Saved entries:

__________________________________________________

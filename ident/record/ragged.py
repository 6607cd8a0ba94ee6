"""Lines with another number of fields than the table, or with a quote left open: made blank and counted."""

from __future__ import annotations

from dataclasses import dataclass

import numpy as np
from numpy.typing import NDArray

Ints = NDArray[np.int64]

_NEWLINE, _QUOTE = 10, 34
# More short lines than this share leave their last cells out by habit: those cells are blank.
SHORT_SHARE = 0.02
FEW = 3


@dataclass(frozen=True, slots=True, eq=False)
class Combed:
    """A block of lines of one width.

    text      UTF-8; lines that were taken out are blank, so that the others keep their number
    lines     how many
    notes     lines (from 0) with one field: comments, a footer
    ragged    lines of another width, and their fields
    unclosed  lines with a quote left open
    """

    text: bytes
    lines: int
    notes: Ints
    ragged: Ints
    fields: Ints
    unclosed: Ints


def comb(block: bytes, delimiter: str, width: int) -> Combed:
    """Take out of a block of whole lines what is no row of `width` fields.

    block    UTF-8, \\n line ends, the last line with or without
    """
    text = block if block.endswith(b"\n") else block + b"\n"
    mark = delimiter.encode()
    bytes_ = np.frombuffer(text, dtype=np.uint8)
    lines = int(np.count_nonzero(bytes_ == _NEWLINE))  # several times faster than bytes.count
    none = np.zeros(0, dtype=np.int64)
    if int(np.count_nonzero(bytes_ == mark[0])) == (width - 1) * lines and b'"' not in text:
        return Combed(text, lines, none, none, none, none)
    ends = np.flatnonzero(bytes_ == _NEWLINE)
    starts = np.concatenate(([0], ends[:-1] + 1))
    marks = bytes_ == mark[0]
    unclosed = np.zeros(lines, dtype=np.bool_)
    if b'"' in text:
        inside = np.bitwise_xor.accumulate(bytes_ == _QUOTE)
        before = np.concatenate(([False], inside[ends[:-1]]))
        # Each line on its own: one open quote must not turn the rest of the log inside out.
        unclosed = inside[ends] != before
        marks &= inside == np.repeat(before, ends - starts + 1)
    fields = np.add.reduceat(marks, starts, dtype=np.int64) + 1
    blank = ends == starts
    short, longer = (fields < width) & ~blank, fields > width
    surplus = _empty_ends(text, np.flatnonzero(longer & ~unclosed), starts, ends, mark, width)
    longer[[i for i, _ in surplus]] = False
    notes = (fields == 1) & ~blank & ~unclosed & (width > 1)
    short &= ~notes
    if np.count_nonzero(short) > max(FEW, SHORT_SHARE * lines):
        short[:] = False
    ragged = (short | longer) & ~unclosed
    out = notes | ragged | unclosed
    if out.any() or surplus:
        keep = ~np.repeat(out, ends - starts + 1)
        keep[ends] = True
        for i, beyond in surplus:
            keep[beyond : ends[i]] = False
        text = bytes_[keep].tobytes()
    at = np.flatnonzero(ragged)
    return Combed(text, lines, np.flatnonzero(notes), at, fields[at], np.flatnonzero(unclosed))


def _empty_ends(text: bytes, lines: Ints, starts: Ints, ends: Ints, mark: bytes, width: int) -> list[tuple[int, int]]:
    """Longer lines whose fields beyond the width are empty (trailing delimiters), and where these begin."""
    found = []
    for i in lines[:1000].tolist():
        line = text[starts[i] : ends[i]]
        parts = line.split(mark)
        if b'"' not in line and not any(p.strip() for p in parts[width:]):
            found.append((i, int(starts[i]) + len(mark.join(parts[:width]))))
    return found
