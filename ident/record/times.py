"""Stamps to seconds from the first row: elapsed, epoch, ISO 8601, day-first or month-first dates.

Differences are taken between integers or rounded to what a float stamp can carry, so that 0.1 s stays 0.1 s.
"""

from __future__ import annotations

import re
from dataclasses import dataclass
from datetime import UTC, datetime, timedelta
from zoneinfo import ZoneInfo

import numpy as np
import pandas as pd

from ident.errors import ReadError
from ident.record.quote import printable, quoted
from ident.record.segments import Floats, Lines

Texts = pd.Series  # of str

DATE_ORDERS = ("dmy", "mdy", "ymd")

# Epoch stamps between 1990 and 2100 in these units; smaller numbers are elapsed time.
_EPOCH = ((1.0, 6), (1e-3, 6), (1e-6, 6), (1e-9, 9))
_FIRST, _LAST = 6.3e8, 4.11e9
_ISO = r"\d{4}[-/]\d{1,2}[-/]\d{1,2}(?:[T ]+\d{1,2}:\d{2}(?::\d{2}(?:\.\d+)?)?)?(?: ?Z| ?[+-]\d{2}:?\d{2})?"
_OFFSET = r":\d{2}(?:\.\d+)? ?(?:Z|[+-]\d{2}:?\d{2})$"
_DAY_FIRST = r"^(\d{1,2})[./-](\d{1,2})[./-](\d{4})"
_DMY, _MDY = r"\3-\2-\1", r"\3-\1-\2"
_CLOCK = r"^\d{1,2}:\d{2}(?::\d{2}(?:[.,]\d+)?)?"
_AM_PM = r"(?i)[AP]\.?M\.?$"


@dataclass(frozen=True, slots=True)
class Stamps:
    """A time axis.

    time     (n,), s from the first row
    start    UTC, or None
    kind     elapsed, epoch, absolute (with offset or zone), local (no zone), clock (no date)
    """

    time: Floats
    start: datetime | None
    kind: str


def from_numbers(values: Floats | Lines, *, scale: float | None, name: str, line: int) -> Stamps:
    """Elapsed seconds, or epoch seconds to nanoseconds told apart by their size.

    values    (n,), finite; whole numbers as integers, because nanoseconds since 1970 need all 64 bits
    scale     s per unit where the header names one, else None

    Raises ReadError: unreadable-time.
    """
    size = float(np.abs(values).max())
    if size < _FIRST and not (scale and scale < 1):
        if scale is None and 20000 <= values[0] <= 80000 and 0 < np.median(np.diff(values)) < 1e-4:
            raise ReadError(
                "unreadable-time",
                f"Column {quoted(name)} looks like spreadsheet days ({values[0]:.6f}): export "
                "stamps as ISO 8601, or "
                'name the unit in the header, as in "time [s]".',
                {"line": line},
            )
        return Stamps(_shifted(values) * (scale or 1.0), None, "elapsed")
    for unit, digits in _EPOCH:
        if values.min() * unit >= _FIRST and size * unit <= _LAST and scale in (None, unit):
            elapsed = np.round(_shifted(values) * unit, digits)
            start = datetime(1970, 1, 1, tzinfo=UTC) + timedelta(seconds=float(np.floor(values[0] * unit)))
            part = timedelta(microseconds=round((values[0] * unit - np.floor(values[0] * unit)) * 1e6))
            return Stamps(elapsed, start + part, "epoch")
    if scale and size * scale < _FIRST:
        return Stamps(np.round(_shifted(values) * scale, 12), None, "elapsed")
    raise ReadError(
        "unreadable-time",
        f"Line {line}, column {quoted(name)}: {values[0]:.17g} is neither elapsed seconds nor an "
        "epoch stamp between 1990 and 2100; export stamps as ISO 8601 or seconds.",
        {"line": line},
    )


def _shifted(values: Floats | Lines) -> Floats:
    shifted: Floats = (values - values[0]).astype(np.float64)
    return shifted


def is_iso(cell: str) -> bool:
    """Whether a cell is an ISO 8601 stamp."""
    return bool(re.fullmatch(_ISO, cell.strip()))


def from_text(
    cells: Texts,
    line: Lines,
    *,
    name: str,
    zone: ZoneInfo | None,
    date_order: str | None,
) -> Stamps:
    """Stamps written as dates: ISO 8601, dd.mm.yyyy, d/m/yyyy or m/d/yyyy, or a time of day alone.

    cells    text, or stamps where all were found to be ISO 8601; none blank
    line     (n,) file lines

    Raises ReadError: unreadable-time, ambiguous-dates, ambiguous-times.
    """
    stamps, kind = cells, "local"
    if cells.dtype.kind != "M":
        text, kind = _as_iso(cells, line, name, date_order)
        stamps = _one_by_one(text, cells, line, name)
    if stamps.dt.tz is not None:
        return _elapsed(stamps.dt.tz_convert("UTC").dt.tz_localize(None), "absolute", line, name)
    if kind == "clock" or zone is None:
        return _elapsed(stamps, kind, line, name)
    return _elapsed(_in_zone(stamps, zone, line, name), "absolute", line, name)


def _as_iso(cells: Texts, line: Lines, name: str, date_order: str | None) -> tuple[Texts, str]:
    """Stamps of any kind read here, written as ISO 8601; and whether they are a time of day alone."""
    text = cells.astype("str").str.strip()
    first = str(text.iloc[0])
    if re.search(_AM_PM, first):
        text = _from_am_pm(text, line, name)
        first = str(text.iloc[0])
    if "," in first:
        text = text.str.replace(",", ".", regex=False)
    if re.match(_CLOCK + "$", first):
        return "1970-01-01T" + text, "clock"
    if re.match(_DAY_FIRST, first):
        text = _ordered(text, first, date_order, line, name)
    elif not re.fullmatch(_ISO, str(text.iloc[0])):
        raise _unreadable(first, int(line[0]), name)
    return text, "local"


def _one_by_one(text: Texts, cells: Texts, line: Lines, name: str) -> Texts:
    """Parse stamps that need a closer look, and name the first that cannot be read."""
    offset = text.str.contains(_OFFSET, regex=True).to_numpy(dtype=bool)
    if offset.any() and not offset.all():
        row = int(np.argmax(offset != offset[0]))
        raise ReadError(
            "unreadable-time",
            f"Line {line[row]}, column {quoted(name)}: {quoted(str(cells.iloc[row]))} and the first row differ in "
            "having an offset; export all stamps with one.",
            {"line": int(line[row])},
        )
    stamps = pd.to_datetime(text, format="ISO8601", utc=True, errors="coerce", cache=False)
    lost = stamps.isna().to_numpy() | ~text.str.fullmatch(_ISO).to_numpy(dtype=bool)
    if lost.any():
        row = int(np.argmax(lost))
        raise _unreadable(str(cells.iloc[row]), int(line[row]), name, int(lost.sum()))
    return stamps if offset.all() else stamps.dt.tz_localize(None)


def _elapsed(stamps: Texts, kind: str, line: Lines, name: str) -> Stamps:
    """From naive stamps (UTC, or local without a zone) to seconds and a start."""
    unit = "ns" if getattr(stamps.dt, "unit", "ns") == "ns" else "us"
    ticks = stamps.dt.as_unit(unit).to_numpy().astype(np.int64)
    per_second = 1e9 if unit == "ns" else 1e6
    time = (ticks - ticks[0]) / per_second
    start = None
    if kind == "absolute":
        first = ticks[0] / per_second
        if not 0 <= first <= _LAST:
            raise _unreadable(str(stamps.iloc[0]), int(line[0]), name)
        start = datetime(1970, 1, 1, tzinfo=UTC) + timedelta(
            microseconds=int(ticks[0]) // (1000 if unit == "ns" else 1)
        )
    return Stamps(time, start, kind)


def _in_zone(stamps: Texts, zone: ZoneInfo, line: Lines, name: str) -> Texts:
    """Local stamps to naive UTC; the repeated hour of autumn is told apart by the order of the rows."""
    twice = stamps.dt.tz_localize(zone, ambiguous="NaT", nonexistent="NaT")
    lost = twice.isna().to_numpy()
    if not lost.any():
        certain: Texts = twice.dt.tz_convert(None)
        return certain
    try:
        inferred: Texts = stamps.dt.tz_localize(zone, ambiguous="infer").dt.tz_convert(None)
    except ValueError as cause:
        row = int(np.argmax(lost))
        raise ReadError(
            "ambiguous-times",
            f"Line {line[row]}, column {quoted(name)}: {quoted(str(stamps.iloc[row]))} occurs twice "
            f"or never in {printable(str(zone))} (clock change), and the order of the rows does not tell; "
            "export stamps with offset.",
            {"line": int(line[row]), "count": int(lost.sum())},
        ) from cause
    return inferred


def _ordered(text: Texts, first: str, date_order: str | None, line: Lines, name: str) -> Texts:
    """Dates with the year last as ISO 8601; the order of day and month is asked for where no row tells."""
    if date_order == "ymd":
        raise _unreadable(first, int(line[0]), name)
    if date_order == "dmy" or (date_order is None and re.match(r"\d+\.", first)):
        return text.str.replace(_DAY_FIRST, _DMY, regex=True)
    if date_order == "mdy":
        return text.str.replace(_DAY_FIRST, _MDY, regex=True)
    dmy, mdy = (text.str.replace(_DAY_FIRST, order, regex=True) for order in (_DMY, _MDY))
    as_dmy, as_mdy = (pd.to_datetime(t, format="ISO8601", errors="coerce", utc=True) for t in (dmy, mdy))
    if as_dmy.isna().any():
        # Where neither order fits, the parser names the first bad line.
        return mdy
    if as_mdy.isna().any() or as_dmy.equals(as_mdy):
        return dmy
    raise ReadError(
        "ambiguous-dates",
        f"Line {line[0]}, column {quoted(name)}: {quoted(first)} may be {as_dmy.iloc[0]:%d %B %Y} or "
        f'{as_mdy.iloc[0]:%d %B %Y}, and no row decides; pass date_order="dmy" or date_order="mdy".',
        {"line": int(line[0])},
    )


def _from_am_pm(text: Texts, line: Lines, name: str) -> Texts:
    """A 12-hour clock to a 24-hour one."""
    parts = text.str.extract(r"(?i)^(.*?)(\d{1,2})(:\d{2}(?::\d{2}(?:[.,]\d+)?)?) ?([AP])\.?M\.?$")
    hour = pd.to_numeric(parts[1], errors="coerce")
    bad = (parts[3].isna() | ~hour.between(1, 12)).to_numpy()
    if bad.any():
        row = int(np.argmax(bad))
        raise _unreadable(str(text.iloc[row]), int(line[row]), name, int(bad.sum()))
    full = hour.astype(int) % 12 + 12 * (parts[3].str.upper() == "P")
    return parts[0] + full.astype(str).str.zfill(2) + parts[2]


def _unreadable(cell: str, line: int, name: str, count: int = 1) -> ReadError:
    return ReadError(
        "unreadable-time",
        f"Line {line}, column {quoted(name)}: {quoted(cell)} is no time stamp that is read here; export ISO 8601 "
        "(2026-03-02T08:15:00.100Z), epoch or elapsed seconds.",
        {"line": line, "column": printable(name), "count": count},
    )
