"""read_csv: one log file to a LoopRecord, with everything that was assumed on the way as findings."""

from __future__ import annotations

from dataclasses import replace
from datetime import datetime, timedelta

import numpy as np

from ident.errors import ReadError
from ident.findings import Finding
from ident.record import axis, character, modes, quality, rows, speed_units
from ident.record.columns import Columns, Mapped, map_columns
from ident.record.counts import UNIT, speed_from_counts
from ident.record.dialect import Dialect, sniff
from ident.record.encoding import Body, LogSource, load
from ident.record.grouping import OtherDecimal
from ident.record.numbers import Numbers
from ident.record.options import Options, checked
from ident.record.quote import counted, quoted
from ident.record.record import LoopRecord, Source, Understood, exclusions
from ident.record.rows import Rows
from ident.record.segments import gaps, outages
from ident.record.stamps import told
from ident.record.table import Wanted, read_table
from ident.record.times import is_iso

BAD_QUALITY = "bad quality"
_LAYOUTS = {"wide": rows.wide, "long": rows.long, "paired": rows.paired}


def read_csv(
    source: LogSource,
    *,
    columns: Columns | None = None,
    zone: str | None = None,
    date_order: str | None = None,
    start: datetime | str | None = None,
    counts_per_rev: float | None = None,
    blanks: str | None = None,
) -> LoopRecord:
    """Read a CSV log of one speed loop.

    source          path, bytes or binary file; delimiter , ; or tab, decimal point or comma; one row per sample,
                    one row per signal and report, or each signal beside its own time
    columns         {"time": ..., "setpoint": ..., "command": ..., "speed": ...}: header names (or tags), or positions
                    from 0; what is left out is mapped by the header's words
    zone            name of the time zone of stamps without offset, such as "Europe/Berlin"
    date_order      "dmy", "mdy" or "ymd" where the dates do not tell
    start           time of the first row, for logs with elapsed time only: an aware datetime or ISO 8601,
                    local where `zone` is given
    counts_per_rev  the speed column is an encoder position of so many counts per revolution
    blanks          "held" or "missing": what an empty cell means, where the log does not tell

    Returns a LoopRecord whose `source` holds sha256, rows, columns, findings and how the log was understood.
    Raises ReadError, its message naming line and column where there is one.
    """
    options = checked(columns, zone, date_order, start, counts_per_rev, blanks)
    body = load(source)
    dialect = sniff(body.head)
    try:
        return _read(body, dialect, options)
    except OtherDecimal:
        dialect = replace(dialect, decimal="," if dialect.decimal == "." else ".")
    try:
        return _read(body, dialect, options)
    except OtherDecimal as cause:
        raise ReadError(
            "ambiguous-numbers", "Some columns have a decimal comma and some a decimal point: export one of them."
        ) from cause


def _read(body: Body, dialect: Dialect, options: Options) -> LoopRecord:
    mapped = map_columns(dialect.header, dialect.width, options.columns, counts=options.counts_per_rev is not None)
    table = read_table(body, dialect, _wanted(mapped, dialect))
    bad, judged = quality.judge({name: table.words[i] for i, name in mapped.quality.items()}, table.line)
    got = _LAYOUTS[mapped.layout](table, mapped, options, dialect.decimal, bad)
    findings = [*body.findings, *_unread(mapped, dialect), *table.findings, *judged, *got.findings]
    speed_unit, command_unit = _unit("speed", mapped, got), _unit("command", mapped, got)
    speed_unit = speed_unit or _unit("setpoint", mapped, got)
    breaks = tuple(row for row, _ in got.breaks)
    speed, setpoint = got.values["speed"], got.values.get("setpoint")
    if options.counts_per_rev is not None:
        name = got.headers["speed"]
        speed, resolution = speed_from_counts(speed, got.time, breaks, options.counts_per_rev, name)
        findings.append(resolution)
        speed_unit = UNIT
    spans, said = modes.mode_spans(got.mode, got.headers.get("mode", "mode")) if got.mode else ((), [])
    if setpoint is not None:
        setpoint, tracked = modes.without_tracking(setpoint, speed, spans)
        setpoint, converted = speed_units.in_speed_unit(setpoint, _unit("setpoint", mapped, got), speed_unit)
        said += [*tracked, *converted]
    findings += [*said, *_missing(got, mapped, findings), *told(got.stamps, options.start, mapped)]
    jumps = gaps(got.time) if got.held is None else outages(got.time, speed, got.held)
    findings += axis.findings(got.time, got.line, jumps, breaks)
    findings += speed_units.cell_units({role: n.units for role, n in got.read.items() if n.units})
    begin = got.stamps.start or options.start
    looks = {"speed": character.character(speed), "command": character.character(got.values["command"])}
    units = {"speed": speed_unit, "command": command_unit}
    step = float(np.median(np.diff(got.time))) if len(got.time) > 1 else None
    findings += character.findings({r: c for r, c in looks.items() if c}, units, step)
    understood = Understood(
        mapped.layout,
        body.encoding,
        dialect.delimiter,
        dialect.decimal,
        got.why,
        got.stamps.told(float(got.time[0])),
        got.stamps.told(float(got.time[-1]) + sum(step for _, step in got.breaks)),
        table.dropped | got.dropped,
        got.breaks,
    )
    return LoopRecord(
        got.time,
        got.values["command"],
        speed,
        setpoint,
        speed_unit=speed_unit,
        command_unit=command_unit,
        start=begin + timedelta(seconds=float(got.time[0])) if begin else None,
        source=Source(body.sha256, table.rows, got.headers, tuple(findings), understood),
        excluded=exclusions(got.bad, BAD_QUALITY),
        breaks=breaks,
        modes=spans,
        held=got.held,
    )


def _wanted(mapped: Mapped, dialect: Dialect) -> Wanted:
    clocks = set(mapped.clocks.values()) - {-1} or {mapped.index["time"]}
    iso = mapped.date is None and all(is_iso(dialect.first[i]) for i in clocks)
    others = [mapped.mode, mapped.tag, *mapped.quality]
    return Wanted(
        tuple(clocks | ({mapped.date} if mapped.date is not None else set())),
        tuple(i for role, i in mapped.index.items() if role != "time"),
        tuple(i for i in others if i is not None),
        iso,
    )


def _unit(role: str, mapped: Mapped, got: Rows) -> str:
    """The unit of a role by its header or units row, else by the cells where they agree."""
    if role not in got.read:
        return ""
    cells = got.read[role].units
    return mapped.units.get(role, "") or (next(iter(cells)) if len(cells) == 1 else "")


def _missing(got: Rows, mapped: Mapped, said: list[Finding]) -> list[Finding]:
    found = []
    if "setpoint" in mapped.index and "setpoint" not in got.read:
        message = f"The setpoint column ({quoted(mapped.headers['setpoint'])}) is empty and was not used."
        found.append(Finding("missing-values", "warning", message, {"role": "setpoint", "count": len(got.time)}))
    for role, column in got.read.items():
        found += _missing_of(role, column, got.headers[role], held=any(f.code in _HELD for f in said))
    return found


_HELD = ("exception-reported", "setpoint-held")


def _missing_of(role: str, column: Numbers, header: str, *, held: bool) -> list[Finding]:
    blank = 0 if held else int(column.blank.sum())
    lost, rows_ = blank + column.unread, len(column.values)
    if not lost:
        return []
    words = ", ".join(f"{word} ({count})" for word, count in column.words.items())
    have = "has" if lost == 1 else "have"
    also = f"; in their place stood {words}" if words else ""
    matter = "those rows are left out" if role != "setpoint" else "the setpoint is unknown there"
    unchanged = ' If an empty cell means "unchanged", give the option "blanks" as held.' if blank else ""
    return [
        Finding(
            "missing-values",
            "error" if 2 * lost > rows_ and role != "setpoint" else "warning",
            f"{lost} of {rows_} rows {have} no number for {role} ({quoted(header)}): {matter}{also}.{unchanged}",
            {"role": role, "count": lost, "blank": blank, **{f"word: {w}": c for w, c in column.words.items()}},
        )
    ]


def _unread(mapped: Mapped, dialect: Dialect) -> list[Finding]:
    if mapped.unread == 0:
        return []
    message = (
        counted(mapped.unread, "line was", "lines were")
        + f" not read between the header and the first row of numbers (line {dialect.line})."
    )
    return [Finding("unread-lines", "info", message, {"count": mapped.unread, "first_row_line": dialect.line})]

__________________________________________________

What is required: Nothing but a number, please, for how many lines of the data hold "zeros".

Written answer: 2